Looking back, I realise, I have lived my entire life being afraid. Afraid that someone I love, someone I care about, someone whom I am dependent on will leave me and then what will become of me? I have lived in constant fear; fear that first parents would leave, then friends, then the men in my life.

And I never realised it, but this fear was all pervasive, under the covers, invisible, but always present. Subconsciously affecting everything I did. I loved people more than I loved myself. Not because I am noble, but because I was selfish. I loved them, 'cause I was scared they would leave me. So I loved them. So I could keep them with me, close to me. And I never learnt to cope with loss. My losing mechanism permanently damaged, broken.

That acquaintance I don't give a rat's ass about? Let him stop talking to me and see how I go in my panic mode. I can't handle it. I can't see anyone walking out of my life. Why do I care so much about what others think of me? 'Cause I can't afford to have them think bad about me. Cause wouldn't that mean they would just leave me? I ran after people who didn't matter, after fake friendships, after hollow relationships, 'cause though they didn't matter, and somewhere I knew they didn't matter, I could never be okay with losing anyone. I hoarded relationships, people, like an ant would hoard food, saving it for a cold wintry evening.


So much energy lost in preserving friendships that didn't matter. So much love lost. So much time spent in mending broken relationships that weren't ever meant to be. So much lost, in this quest for not losing.


And then one day you realise you anyway have lost it all. You anyway have lost them all. You don't have them after all that running around, after all that begging, pleading, loving. And you sit dumbfounded and you realise how truly alone you are. And that's how everyone is.

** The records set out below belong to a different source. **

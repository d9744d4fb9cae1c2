"""``stackdepth attenuation INPUT``: measure (and optionally correct) the fall-off with depth.

Prints the 1/e attenuation length with its 95 % interval and the fit quality;
``-o`` writes the corrected stack (float32 OME-TIFF with the voxel size;
axes ZYX, or CZYX for several channels), ``--report`` a JSON report (length,
interval, model, r², offset, the per-slice profile and gains, input,
parameters, version, caution) and ``--plot`` a PNG of profile, model and
gain. Files with channels are processed channel by channel (or only
``--channel N``). JSON has no infinity: an infinite length or interval end is
stored as ``null``. The work itself is in :mod:`viewer_plugin.jobs.attenuation`.
"""

from __future__ import annotations

import argparse
from pathlib import Path
from typing import Any

from .._shared.jsonio import write_json
from ..jobs.choices import ATTENUATION_CAVEAT, ATTENUATION_MODELS, DEFAULT_MAX_GAIN
from ._common import (
    CommandError,
    TerminalProgress,
    check_output_path,
    check_outputs,
    finish_parser,
    print_notes,
    read_input,
    save_figure,
    write_image,
)

SPATIAL = "ZYX"


def register(sub: Any) -> None:
    parser = sub.add_parser(
        "attenuation", help="measure and correct the signal fall-off with depth",
        description="Measure how the foreground signal fades with depth (Beer-Lambert 1/e "
        "attenuation length in um, with a 95 %% interval) and optionally write a corrected "
        "float32 stack. " + ATTENUATION_CAVEAT.replace("%", "%%"))
    parser.add_argument("input", metavar="INPUT", help="OME-TIFF or TIFF z-stack")
    parser.add_argument("-o", "--output", default=None, metavar="OUTPUT",
                        help="write the corrected stack here (.ome.tif, float32)")
    parser.add_argument("--report", default=None, metavar="REPORT", help="write a JSON report")
    parser.add_argument("--plot", default=None, metavar="PLOT",
                        help="write a PNG of profile, model and gain (one per channel: _c<N>)")
    parser.add_argument("--model", default="exponential", choices=ATTENUATION_MODELS,
                        help="depth model (default: exponential, Beer-Lambert)")
    parser.add_argument("--max-gain", type=float, default=DEFAULT_MAX_GAIN, metavar="G",
                        help=f"cap on the per-slice gain (default {DEFAULT_MAX_GAIN:g})")
    parser.add_argument("--axis", default="z", metavar="A",
                        help="depth axis: z, y, x or an index 0-2 of the z-stack (default z)")
    parser.add_argument("--z-step", type=float, default=None, metavar="UM",
                        help="slice spacing along the axis in um (default: the file's voxel size)")
    finish_parser(parser, run, channel_help="process only this channel (default: every channel)")


def _axis_index(text: str) -> int:
    value = str(text).strip().lower()
    if value in ("z", "y", "x"):
        return "zyx".index(value)
    if value.lstrip("-").isdigit() and int(value) in (0, 1, 2, -1, -2, -3):
        return int(value) % 3
    raise CommandError(f"--axis: expected z, y, x or an index 0-2, got {text!r}")


def _selections(stack: Any, channel: int | None) -> list[Any]:
    """One selection per channel to process (every channel unless --channel)."""
    from ..jobs import select

    if "C" not in stack.axes or channel is not None:
        return [select(stack, channel=channel, several_times="error")]
    n = int(stack.data.shape[stack.axes.index("C")])
    return [select(stack, channel=c, several_times="error") for c in range(n)]


def run(args: argparse.Namespace) -> int:
    from ..jobs import AttenuationOptions, measure_attenuation

    outputs = check_outputs(args)
    axis = _axis_index(args.axis)
    options = AttenuationOptions(model=args.model, max_gain=args.max_gain, z_step=args.z_step)
    stack = read_input(args.input)
    selections = _selections(stack, args.channel)
    if selections[0].stack.axes != SPATIAL:
        raise CommandError(f"INPUT: expected a z-stack with axes ZYX, got axes {stack.axes}")
    plot = outputs["plot"]
    if plot is not None and len(selections) > 1:
        for sel in selections:
            check_output_path(_per_channel(plot, sel.channel), overwrite=args.overwrite, name="--plot")
    measured = []
    for sel in selections:
        label = "attenuation" if sel.channel is None else f"attenuation c{sel.channel}"
        with TerminalProgress(label) as progress:
            measured.append(measure_attenuation(sel, options, depth_axis=axis, progress=progress))
    corrected_notes = _write_outputs(outputs, stack, measured, args)
    _print_summary(measured, outputs, corrected_notes)
    return 0


def _per_channel(path: Path, channel: int | None) -> Path:
    return path if channel is None else path.with_name(f"{path.stem}_c{channel}{path.suffix}")


def _write_outputs(outputs: dict[str, Path | None], stack: Any, measured: list[Any],
                   args: argparse.Namespace) -> list[str]:
    from ..jobs import attenuation_record

    notes: list[str] = []
    if outputs["output"] is not None:
        notes = _write_corrected(outputs["output"], stack, measured, args)
    if outputs["plot"] is not None:
        _write_plots(outputs["plot"], stack, measured)
    if outputs["report"] is not None:
        records = [attenuation_record(m) for m in measured]
        first = measured[0].provenance
        payload: dict[str, Any] = {
            "stackdepth_version": first["stackdepth_version"],
            "command": "attenuation",
            "input": str(Path(args.input).resolve()),
            "parameters": {"model": args.model, "max_gain": args.max_gain, "axis": "zyx"[measured[0].depth_axis],
                           "z_step_um": first["z_step_um"], "channel": args.channel,
                           "z_step_from": "--z-step" if args.z_step is not None else "file"},
            "caution": ATTENUATION_CAVEAT,
            "null_means": "infinite (JSON has no infinity), or not measured",
        }
        if len(records) == 1:
            payload.update(records[0])
        else:
            payload["channels"] = records
        if stack.truth:
            payload["demo_truth"] = stack.truth
        write_json(outputs["report"], payload)
    return notes


def _write_corrected(path: Path, stack: Any, measured: list[Any], args: argparse.Namespace) -> list[str]:
    from ..jobs import correct_measured

    corrected, notes = [], []
    for m in measured:
        with TerminalProgress("correcting") as progress:
            out = correct_measured(m, progress=progress)
        notes += list(out.notes)
        corrected.append(out)  # a lazy dask array stays lazy: the writer streams it plane by plane
    geometry = corrected[0].geometry
    pixels = corrected[0].data
    names = None
    if measured[0].selection.channel is not None:
        pixels = _stack_channels([c.data for c in corrected])
        geometry = type(geometry)("C" + geometry.axes, (1.0,) + geometry.scale,
                                  (0.0,) + geometry.translate)
        names = [m.selection.channel_name for m in measured]
    metadata = {"attenuation_correction": {
        **corrected[0].provenance, "channels": [m.selection.channel for m in measured],
        "length_um": [m.fit.length_um for m in measured]}}
    write_image(path, pixels, geometry, metadata=metadata, overwrite=args.overwrite,
                channel_names=names)
    return notes


def _stack_channels(arrays: list[Any]) -> Any:
    from .._shared.validation import is_dask

    if any(is_dask(a) for a in arrays):
        import dask.array as da

        return da.stack([da.asarray(a) for a in arrays], axis=0)
    import numpy as np

    return np.stack(arrays, axis=0)


def _write_plots(path: Path, stack: Any, measured: list[Any]) -> None:
    from ..plots.attenuation import attenuation_figure

    for m in measured:
        title = Path(str(stack.path or "stack")).name
        if len(measured) > 1:
            title += f", channel {m.selection.channel}"
        fig = attenuation_figure(m.fit, max_gain=m.options.max_gain, truth=stack.truth, title=title)
        save_figure(_per_channel(path, m.selection.channel if len(measured) > 1 else None), fig)


def _print_summary(measured: list[Any], outputs: dict[str, Path | None], notes: list[str]) -> None:
    print_notes(n for m in measured for n in m.selection.notes)
    for m in measured:
        prefix = "" if len(measured) == 1 else f"channel {m.selection.channel}: "
        print(prefix + m.fit.describe())
        if m.capped:
            print(f"  {m.capped} slice(s) need a gain above --max-gain and are capped")
        for note in m.notes + tuple(notes):
            print(f"  note: {note}")
    for option, path in outputs.items():
        if path is not None:
            if option == "plot" and len(measured) > 1:
                path = path.with_name(f"{path.stem}_c<N>{path.suffix}")
            print(f"wrote {path}")
    print(f"caution: {ATTENUATION_CAVEAT}")
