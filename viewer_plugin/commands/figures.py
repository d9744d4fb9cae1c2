"""``stackdepth figures INPUT... -o DIR``: one comparable figure per stack, many stacks at once.

For each input ``DIR/<stem>.<format>`` with its JSON sidecar and methods
sentence; all figures of one call share one depth range (and with
``--same-contrast`` one display range); ``DIR/summary.csv`` has one row per
input. One failing input does not stop the others; the exit status is 2 when
any failed. The work is :mod:`viewer_plugin.jobs.batch`.
"""

from __future__ import annotations

import argparse
from pathlib import Path
from typing import Any

from ..jobs.choices import CMAP_HELP, DEPTH_CODED
from ._common import (
    EXIT_OK,
    EXIT_USAGE,
    CommandError,
    TerminalProgress,
    finish_parser,
    print_notes,
)

FORMATS = ("png", "pdf", "svg", "tif")


def register(sub: Any) -> None:
    parser = sub.add_parser(
        "figures", help="one depth-coded figure per stack, for many stacks at once",
        description="Make a figure for a paper from each input stack (files, or folders of "
        "OME-TIFF/TIFF files and OME-Zarr folders), with a scale bar and depth key in um, a JSON "
        "sidecar and a methods sentence each. All figures of one call share one depth range (the "
        "widest of the inputs unless --depth-range is given) so that panels compare; "
        "--same-contrast also shares one display range. DIR/summary.csv lists every input. Exit "
        "status 2 when any input failed (the others are still made).")
    parser.add_argument("inputs", nargs="+", metavar="INPUT", help="stack files or folders")
    parser.add_argument("-o", "--output", required=True, metavar="DIR",
                        help="folder for the figures and summary.csv (created if missing)")
    parser.add_argument("--format", default="png", choices=FORMATS, help="figure format (default png)")
    parser.add_argument("--method", default="peak", choices=DEPTH_CODED,
                        help="depth-coding method (default peak)")
    parser.add_argument("--cmap", default=None, metavar="NAME",
                        help=CMAP_HELP)
    parser.add_argument("--depth-range", nargs=2, type=float, metavar=("A", "B"),
                        help="depths in um at the two ends of the colour map (default: the widest "
                             "stack, for every figure)")
    parser.add_argument("--clim", nargs=2, type=float, metavar=("LO", "HI"),
                        help="display limits in input units for every figure")
    parser.add_argument("--same-contrast", action="store_true",
                        help="one automatic display range for all figures (the widest of the "
                             "inputs' 0.1-99.9 percentile ranges)")
    finish_parser(parser, run,
                  channel_help="channel of multi-channel inputs",
                  overwrite_help="replace existing figures")


def run(args: argparse.Namespace) -> int:
    from ..jobs import ProjectionOptions
    from ..jobs.batch import find_inputs, make_figures, planned_outputs, write_summary

    outdir = Path(args.output)
    if outdir.exists() and not outdir.is_dir():
        raise CommandError(f"--output: {outdir} is a file; expected a folder")
    inputs = find_inputs(args.inputs)
    if not inputs:
        raise CommandError("INPUT: expected stack files or folders holding them, got none")
    outputs = planned_outputs(inputs, outdir, args.format)
    summary = outdir / "summary.csv"
    written = [summary] + [p.with_name(p.name + extra) for p in outputs.values()
                           for extra in ("", ".json", ".methods.txt")]
    taken = [path for path in written if path.exists()]
    if taken and not args.overwrite:
        raise CommandError(f"--output: {taken[0]} exists; pass --overwrite to replace it")
    outdir.mkdir(parents=True, exist_ok=True)
    options = ProjectionOptions(
        method=args.method, cmap=args.cmap, clim=tuple(args.clim) if args.clim else None,
        depth_range=tuple(args.depth_range) if args.depth_range else None)
    with TerminalProgress(f"figures ({len(inputs)} stacks)") as progress:
        rows = make_figures(inputs, outputs, options, channel=args.channel,
                            same_contrast=args.same_contrast, overwrite=args.overwrite,
                            progress=progress)
    write_summary(summary, rows)
    failed = [row for row in rows if row.status != "ok"]
    print_notes(f"{row.file}: {row.status}" for row in failed)
    print(f"{summary}: {len(rows) - len(failed)} figure(s) made, {len(failed)} failed")
    return EXIT_USAGE if failed else EXIT_OK
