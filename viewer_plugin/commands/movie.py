"""``stackdepth movie INPUT -o OUT.mp4|OUT.gif``: the stack turning through 360 degrees, as a movie.

Frames are views from angles evenly spaced about the image's vertical (y) or
horizontal (x) axis, rendered by the projection kernels on the stack
resampled to cubic voxels (so the object keeps its true shape), with a scale
bar and, for depth colour, the depth key. ``--over t`` makes one top view per
time point of a series instead. The work itself is
:func:`viewer_plugin.jobs.save_movie`.
"""

from __future__ import annotations

import argparse
from typing import Any

from ..jobs.choices import (
    DEFAULT_CMAP,
    DEFAULT_FPS,
    DEFAULT_FRAMES,
    DEFAULT_MOVIE_METHOD,
    MAX_SIDE,
    MOVIE_METHOD_LABELS,
    MOVIE_METHODS,
    MOVIE_NOTE,
    MOVIE_OVER,
    MOVIE_SUFFIXES,
    TURN_AXES,
)
from ._common import CommandError, TerminalProgress, add_compute_options, print_notes, read_input


def register(sub: Any) -> None:
    parser = sub.add_parser(
        "movie", help="a movie of the stack turning through 360 degrees (MP4 or GIF)",
        description="Write a movie of the stack seen from angles evenly spaced through 360 degrees "
        "about the image's y or x axis (frame 0: the top view), or with --over t one top view per "
        "time point. The stack is resampled to cubic voxels so it keeps its true shape (at most "
        f"--max-side voxels along its longest side, default {MAX_SIDE}); every frame has a scale "
        "bar and, for depth-colour, the depth key. All frames share one display range (and one "
        "depth range and density), so brightness and colour mean the same in each. " + MOVIE_NOTE)
    parser.add_argument("input", metavar="INPUT", help="OME-TIFF, TIFF or OME-Zarr z-stack")
    parser.add_argument("-o", "--output", required=True, metavar="OUTPUT",
                        help="movie file: " + " or ".join(f"OUT{s}" for s in MOVIE_SUFFIXES))
    parser.add_argument("--method", default=None, choices=MOVIE_METHODS,
                        help="; ".join(MOVIE_METHOD_LABELS.values())
                        + f" (default {DEFAULT_MOVIE_METHOD['angle']}, with --over t "
                          f"{DEFAULT_MOVIE_METHOD['t']})")
    parser.add_argument("--frames", type=int, default=None, metavar="N",
                        help=f"views through 360 degrees (>= 2, default {DEFAULT_FRAMES})")
    parser.add_argument("--fps", type=float, default=DEFAULT_FPS,
                        help=f"frames per second (default {DEFAULT_FPS:g}; a GIF stores delays "
                             "in 1/100 s)")
    parser.add_argument("--turn", default=None, choices=TURN_AXES,
                        help="turn about the image's vertical (y, default) or horizontal (x) axis")
    parser.add_argument("--over", default="angle", choices=MOVIE_OVER,
                        help="angle: turn the stack (default); t: one top view per time point")
    parser.add_argument("--cmap", default=None, metavar="NAME",
                        help=f"colour map of depth (depth-colour: default {DEFAULT_CMAP}; "
                             "occlusion: colour each voxel by its depth)")
    parser.add_argument("--z-step", type=float, default=None, metavar="UM",
                        help="slice spacing in um (default: from the file's voxel size)")
    parser.add_argument("--channel", type=int, default=None, metavar="N",
                        help="channel index for files with several channels")
    parser.add_argument("--max-side", type=int, default=MAX_SIDE, metavar="N",
                        help="at most N voxels along the longest side of the resampled stack "
                             f"(default {MAX_SIDE}; larger stacks are averaged to coarser voxels)")
    parser.add_argument("--overwrite", action="store_true", help="replace an existing movie")
    add_compute_options(parser)
    parser.set_defaults(func=run)


def options_from(args: argparse.Namespace) -> Any:
    """The job's options from the command line's arguments (checked before any work)."""
    from ..jobs import MovieOptions, check_movie_options

    if args.over == "t":
        for name in ("frames", "turn"):
            if getattr(args, name) is not None:
                raise CommandError(f"--{name}: not used with --over t (one frame per time point)")
    options = MovieOptions(
        method=args.method, frames=DEFAULT_FRAMES if args.frames is None else args.frames,
        fps=args.fps, turn=args.turn or TURN_AXES[0], over=args.over, cmap=args.cmap,
        max_side=args.max_side, z_step=args.z_step)
    return check_movie_options(options)


def run(args: argparse.Namespace) -> int:
    from ..jobs import movie_path, save_movie, select

    options = options_from(args)
    movie_path(args.output, overwrite=args.overwrite)
    selection = select(read_input(args.input), channel=args.channel,
                       several_times="keep" if options.over == "t" else "first")
    with TerminalProgress(f"{options.method} movie") as progress:
        saved = save_movie(selection, options, args.output, overwrite=args.overwrite,
                           progress=progress)
    movie = saved.movie
    record = movie.provenance
    print_notes(movie.notes + _time_hint(selection, options))
    height, width = saved.size
    what = (f"turning about {options.turn}, cubic voxels {record['cubic_voxel_um']:.3g} um"
            if options.over == "angle" else "one top view per time point")
    print(f"{saved.path}: {saved.frames} frames, {width} x {height} px, {saved.fps:g} fps, "
          f"{options.method}, {what}")
    return 0


def _time_hint(selection: Any, options: Any) -> tuple[str, ...]:
    """A turning movie of a series shows one time point: say how to see them all."""
    if options.over == "angle" and selection.time is not None:
        return ("--over t makes one frame per time point instead",)
    return ()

And that, it's okay.

And that's what you learn, when you learn to fend for yourself, you understand that nothing bad can ever happen.You can still survive.

*****
The art of losing isn't hard to master;
so many things seem filled with the intent
to be lost that their loss is no disaster.

Lose something every day. Accept the fluster
of lost door keys, the hour badly spent.
The art of losing isn't hard to master.

Then practice losing farther, losing faster:
places, and names, and where it was you meant
to travel. None of these will bring disaster.

I lost my mother's watch. And look! my last, or
next-to-last, of three loved houses went.
The art of losing isn't hard to master.

I lost two cities, lovely ones. And, vaster,
some realms I owned, two rivers, a continent.
I miss them, but it wasn't a disaster.


--Even losing you (the joking voice, a gesture
I love) I shan't have lied. It's evident
the art of losing's not too hard to master
though it may look like (Write it!) like disaster.